Literature DB >> 1401932

Detection of alveolar macrophage-derived IL-1 beta in asthma. Inhibition with corticosteroids.

L Borish1, J J Mascali, J Dishuck, W R Beam, R J Martin, L J Rosenwasser.   

Abstract

This study investigated alveolar macrophage function in asthma as assessed by the presence and source of the cytokine IL-1 beta. Bronchoalveolar lavage (BAL) fluid and cell pellets were obtained at 4 a.m. from a cohort of asthmatic subjects. Normal subjects were used as controls. Asthmatic BAL fluid contained 57.0 +/- 5.9 pg/ml of IL-1 beta as determined by ELISA. No IL-1 beta could be identified in the BAL fluid of the control group. This IL-1 represented synthesis by cells of the airway as assessed by the presence of IL-1 beta-specific mRNA transcripts in the BAL cell pellets. Inasmuch as IL-1 beta transcripts are known to be present for only a short time period after activation (approximately 0.5 to 16 h), the presence of transcripts represents recent cellular activation.
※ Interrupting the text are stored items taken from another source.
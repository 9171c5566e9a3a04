/**
 * A pack's history in order of time: which readings and events count, what is known of the
 * device's life, and what is said of readings that cannot be of this pack.
 */
import type { EpochDays } from "../units";
import type { ForecastInput, FoundDrawShift, PackEvent, PackReading, ReadingWeight } from "./pack";

/** A reading stamped a little after `now` (clocks differ) still counts. */
const CLOCK_SLACK_DAYS = 1;

export type Item =
  | { readonly at: EpochDays; readonly reading: PackReading }
  | { readonly at: EpochDays; readonly event: PackEvent }
  | { readonly at: EpochDays; readonly shift: FoundDrawShift }
  | { readonly at: EpochDays; readonly alive: true };

export interface Bounds {
  /** Alive on the first day, stopped on the second; null: not known. */
  readonly aliveAt: EpochDays | null;
  readonly stoppedAt: EpochDays | null;
}

/**
 * Only the latest sign of life counts: each would weigh the same unknown end depth again,
 * and having run later implies having run before.
 */
export function aliveBounds(input: ForecastInput, from: EpochDays, until: EpochDays): Bounds {
  let aliveAt: EpochDays | null = null;
  let stoppedAt: EpochDays | null = null;
  for (const event of input.events) {
    if (event.at < from || event.at > until + CLOCK_SLACK_DAYS) continue;
    if (event.kind === "stopped" && (stoppedAt === null || event.at < stoppedAt)) {
      stoppedAt = Math.min(event.at, until);
    }
  }
  for (const event of input.events) {
    const alive = event.kind === "reporting" ? event.at : event.lastAliveAt;
    if (event.kind === "draw-changed" || alive === undefined || alive < from) continue;
    const known = Math.min(alive, until);
    if (alive > until + CLOCK_SLACK_DAYS || (stoppedAt !== null && known > stoppedAt)) continue;
    if (aliveAt === null || known > aliveAt) aliveAt = known;
  }
  return { aliveAt, stoppedAt };
}

export interface Span {
  readonly from: EpochDays;
  readonly until: EpochDays;
  readonly aliveAt: EpochDays | null;
  /** Readings above this, or below 0, are impossible. */
  readonly highestMv: number;
}

/** Readings and events that count, in order; the latest sign of life among them. */
export function timeline(input: ForecastInput, span: Span): Item[] {
  const { from, until, aliveAt, highestMv } = span;
  const known = (at: EpochDays): boolean => at >= from && at <= until + CLOCK_SLACK_DAYS;
  const items: Item[] = [];
  for (const reading of input.readings) {
    const possible = reading.millivolts >= 0 && reading.millivolts <= highestMv;
    if (possible && known(reading.at)) items.push({ at: Math.min(reading.at, until), reading });
  }
  for (const event of input.events) {
    if (known(event.at) && event.kind !== "reporting") {
      items.push({ at: Math.min(event.at, until), event });
    }
  }
  for (const shift of input.drawShifts ?? []) {
    // a pack put in since starts with it
    if (shift.at <= until) items.push({ at: Math.max(shift.at, from), shift });
  }
  if (aliveAt !== null) items.push({ at: aliveAt, alive: true });
  return items.sort((a, b) => a.at - b.at);
}

function blank(reading: PackReading): Omit<ReadingWeight, "reason"> {
  const mv = reading.millivolts;
  return {
    readingId: reading.id,
    weight: 0,
    expectedMv: mv,
    expectedLowMv: mv,
    expectedHighMv: mv,
  };
}

/** What is said of a reading that was passed over. */
export function passedOver(reading: PackReading, input: ForecastInput): ReadingWeight {
  const early = reading.at < input.pack.installedAt;
  return { ...blank(reading), reason: early ? "before-install" : "impossible" };
}
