/**
 * A pack's physics, prepared once for the filter: shares of charge per day, curves scaled
 * to the pack, the end depth of each month.
 */
import { normalQuantile } from "../stats/normal";
import type { EpochDays, Microamps, Millivolts } from "../units";
import { ASSUMED } from "./assumptions";
import { baseCutoffMv, grossCapacity, usableCapacity } from "./capacity";
import { DAYS_PER_YEAR } from "./climate";
import { elementsOf } from "./curves";
import { CURVES } from "./curve-tables";
import { type PackCurve, endDepth, freshDropMv, packCurve, packEndDepth } from "./cutoff";
import { packAverageUa, packPeakUa } from "./duty";
import type { Chemistry, FleetPrior, PackSpec } from "./pack";
import { type Ageing, ageing } from "./self-discharge";

const MIN_FULL_SHARE = 0.5;
const MAX_SHELF_LOSS = 0.9;
const TINY = 1e-9;
const LONGEST_AGE_YEARS = 15;
const RECHARGED: readonly Chemistry[] = ["vrla", "lifepo4"];

/** ln(rate) and ln(draw) before any reading: both normal. */
export interface RatePrior {
  readonly mean: number;
  readonly sd: number;
  readonly drawMean: number;
  readonly drawSd: number;
}

export interface PackModel {
  readonly pack: PackSpec;
  readonly curve: PackCurve;
  readonly averageUa: Microamps;
  readonly peakUa: Microamps;
  /** Share of a full pack drawn per day at the nominal draw and capacity. */
  readonly drawPerDay: number;
  /** Share of the charge left that is lost per day at 20 °C by self-discharge. */
  readonly leakPerDay: number;
  readonly ageing: Ageing;
  /** Depth at which the device stops, each month; January first. */
  readonly endByMonth: Float64Array;
  /** The deepest of them: in the warmest month. */
  readonly endWarm: number;
  readonly endSd: number;
  readonly startDepth: number;
  readonly startSd: number;
  /** Spread of the pack's voltage offset against the curve, mV. */
  readonly offsetSdMv: Millivolts;
  readonly prior: RatePrior;
}

/** Charge of one cell at depth 1 of its curve, at the device's average draw, mAh. */
export function fullCapacity(pack: PackSpec, averageUa: Microamps): number {
  const { cell } = pack;
  const base = baseCutoffMv(cell);
  const single: PackSpec = { ...pack, series: 1, parallel: 1, cutoffMv: base };
  const reached = packEndDepth(single, cell.rated.currentUa, cell.rated.temperatureDc);
  const gross = grossCapacity(cell, averageUa / pack.parallel, base, 200);
  return gross / Math.max(reached, MIN_FULL_SHARE);
}

/** Depth the table itself allows at the device's cut-off, where it knows several. */
function tableEndDepth(pack: PackSpec, averageUa: Microamps, fullMah: number): number {
  const base = baseCutoffMv(pack.cell);
  const cutoff = pack.cutoffMv / pack.series;
  const ua = averageUa / pack.parallel;
  const atBase = usableCapacity(pack.cell, ua, base, 200);
  const atCutoff = usableCapacity(pack.cell, ua, cutoff, 200);
  if (atCutoff >= atBase) return 1;
  return (atCutoff / atBase) * (grossCapacity(pack.cell, ua, base, 200) / fullMah);
}

/** How many spreads the weakest of n cells lies below their mean (Blom's approximation). */
function weakestOf(n: number): number {
  return n > 1 ? normalQuantile((n - 0.375) / (n + 0.25)) : 0;
}

interface EndOfLife {
  readonly peakUa: Microamps;
  /** Depth beyond which the capacity table does not reach at this cut-off. */
  readonly cap: number;
  /** Resistance at the end of life relative to new. */
  readonly aged: number;
}

function monthlyEnds(pack: PackSpec, curve: PackCurve, end: EndOfLife): Float64Array {
  const weakest =
    1 - (ASSUMED.weakestCellShare * weakestOf(pack.series)) / Math.sqrt(pack.parallel);
  return Float64Array.from({ length: 12 }, (_, m) => {
    const dc = (pack.monthlyMeanDc[m] ?? 200) - 10 * ASSUMED.coldHourK;
    const drift = curve.driftMvPerKelvin * (dc / 10 - 20);
    const drop = freshDropMv(pack, curve, end.peakUa, dc) * end.aged;
    return weakest * Math.min(end.cap, endDepth(curve, pack.cutoffMv, drift, drop));
  });
}

/** How far the end depth moves when the resistance is one spread higher or lower. */
function endSpread(pack: PackSpec, curve: PackCurve, end: EndOfLife): number {
  const drop = freshDropMv(pack, curve, end.peakUa, Math.max(...pack.monthlyMeanDc)) * end.aged;
  const high = endDepth(curve, pack.cutoffMv, 0, drop * (1 + ASSUMED.resistanceSd));
  const low = endDepth(curve, pack.cutoffMv, 0, drop * (1 - ASSUMED.resistanceSd));
  return Math.hypot(ASSUMED.endDepthSd, (low - high) / 2);
}

function ratePrior(pack: PackSpec, fleet: FleetPrior | null): RatePrior {
  const capacity = fleet?.capacityFactor ?? {
    mean: ASSUMED.capacityMean,
    relativeSd: ASSUMED.capacitySd,
  };
  const learned = fleet?.drawFactor ?? { mean: 1, relativeSd: ASSUMED.drawSd };
  const draw = pack.measuredDraw ? { mean: 1, relativeSd: pack.measuredDraw.relativeSd } : learned;
  const drawMean = Math.log(draw.mean);
  const drawSd = Math.min(Math.max(draw.relativeSd, 0.01), 1.5);
  const capacitySd = Math.min(Math.max(capacity.relativeSd, 0.01), 1.5);
  return {
    mean: drawMean - Math.log(capacity.mean),
    sd: Math.hypot(drawSd, capacitySd),
    drawMean,
    drawSd,
  };
}

/** Loss on the shelf between the day the cells were made and the installation, 0..0.9. */
function shelfLoss(pack: PackSpec, leakPerDay: number): number {
  if (pack.madeAt === null || pack.madeAt >= pack.installedAt) return 0;
  // rechargeable blocks are charged before they go in
  if (RECHARGED.includes(pack.cell.chemistry)) return 0;
  // stores are taken to be at 20 °C: the site's climate begins with the installation
  return Math.min(MAX_SHELF_LOSS, -Math.expm1(-leakPerDay * (pack.installedAt - pack.madeAt)));
}

/** Prepare a pack for the filter. */
export function packModel(pack: PackSpec, fleet: FleetPrior | null): PackModel {
  const curve = packCurve(pack);
  const averageUa = packAverageUa(pack);
  const peakUa = packPeakUa(pack);
  const fullMah = fullCapacity(pack, averageUa);
  const yearlyLeak = (pack.cell.selfDischargePpmPerYear / 1e6) * pack.cell.rated.capacityMah;
  const leakPerDay = yearlyLeak / fullMah / DAYS_PER_YEAR;
  const drawPerDay = (averageUa * 0.024) / (fullMah * pack.parallel);
  const end: EndOfLife = {
    peakUa,
    cap: tableEndDepth(pack, averageUa, fullMah),
    aged: grown(pack, 1 / Math.max(drawPerDay + leakPerDay, TINY)),
  };
  const endByMonth = monthlyEnds(pack, curve, end);
  const startDepth = shelfLoss(pack, leakPerDay);
  return {
    pack,
    curve,
    averageUa,
    peakUa,
    drawPerDay,
    leakPerDay,
    ageing: ageing(pack.monthlyMeanDc),
    endByMonth,
    endWarm: Math.max(TINY, ...endByMonth),
    endSd: endSpread(pack, curve, end),
    startDepth,
    startSd: Math.hypot(ASSUMED.startDepthSd, startDepth * 0.5),
    offsetSdMv: pack.series * elementsOf(pack.cell) * CURVES[pack.cell.chemistry].spreadMv,
    prior: ratePrior(pack, fleet),
  };
}

/** Exponent of self-discharge between two days: the share kept is e to its negative. */
export function leakBetween(model: PackModel, from: EpochDays, to: EpochDays): number {
  return model.leakPerDay * model.ageing.between(from, to);
}

/** Resistance after some days in service relative to new, at equal depth and temperature. */
function grown(pack: PackSpec, days: number): number {
  const years = Math.min(LONGEST_AGE_YEARS, Math.max(0, days) / DAYS_PER_YEAR);
  return 1 + CURVES[pack.cell.chemistry].resistanceGrowthPerYear * years;
}

/** The same on a date. */
export function resistanceAge(model: PackModel, at: EpochDays): number {
  return grown(model.pack, at - model.pack.installedAt);
}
Using the technique of in situ hybridization, IL-1 beta transcripts were found to be located exclusively within alveolar macrophages, and a mean of 40 +/- 14% of alveolar macrophage were activated at the time of the lavage. Corticosteroids are known to be efficacious in the treatment of asthma. Administration of a single 50-mg dose of prednisone at 3 p.m. resulted in diminished IL-1 beta protein concentration in the BAL fluid (28.3 +/- 5.7 pg/ml; p < 0.01 compared to baseline) and completely abrogated IL-1 beta mRNA expression. In summary, these studies demonstrate that IL-1 beta is synthesized within the airways by alveolar macrophage and suggest that IL-1 beta may be a mediator of asthma. Inhibition of IL-1 beta may be an additional mechanism for the efficacy of corticosteroids in the treatment of asthma.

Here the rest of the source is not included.